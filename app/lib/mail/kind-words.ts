import type { AnnouncementKind } from "#app/schemas/announcement.ts";

/** What each kind of mail is about, as people choose it. */
export const KIND_WORDS: Record<AnnouncementKind, string> = {
  "review asked": "A review is asked of you",
  "review returned": "What you prepared is returned",
  incident: "An incident is reported",
  "step stopped": "A step is stopped",
  "lot held": "A lot is held",
  "sheet released": "A sheet is released",
  "sheet superseded": "A sheet is superseded",
  "sheet withdrawn": "A sheet is withdrawn",
  "assessment out of date": "An assessment is out of date",
  "webhook switched off": "A webhook of yours was switched off",
};
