import { existsSync } from "node:fs";
import { join } from "node:path";
import { packageProgram, root } from "./project.mjs";

/**
 * Types, lint, layout and unused code.
 *
 * @param {import("./checks.mjs").Checks} checks
 */
export async function runStaticChecks(checks) {
  const prettier = ["--config", ".config/prettier.json", "--ignore-path", ".config/prettierignore", "--check", "."];
  const knip = existsSync(join(root, ".config/knip.json")) ? ["--config", ".config/knip.json"] : [];
  // The route types come first: the compiler reads them.
  await checks.run("typegen", [packageProgram("react-router"), "typegen"]);
  await checks.run("tsc", [packageProgram("tsc"), "--noEmit"]);
  await checks.run("eslint", [packageProgram("eslint"), "-c", ".config/eslint.config.js", "--max-warnings", "0", "."]);
  await checks.run("prettier", [packageProgram("prettier"), ...prettier]);
  await checks.run("knip", [packageProgram("knip"), ...knip]);
}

● WORK ORDER: Find the string "import" in the entries above and return each line that holds it.

● PROBLEM SOLUTION:
import type { AnnouncementKind } from "#app/schemas/announcement.ts";
import { existsSync } from "node:fs";
import { join } from "node:path";
import { packageProgram, root } from "./project.mjs";
 * @param {import("./checks.mjs").Checks} checks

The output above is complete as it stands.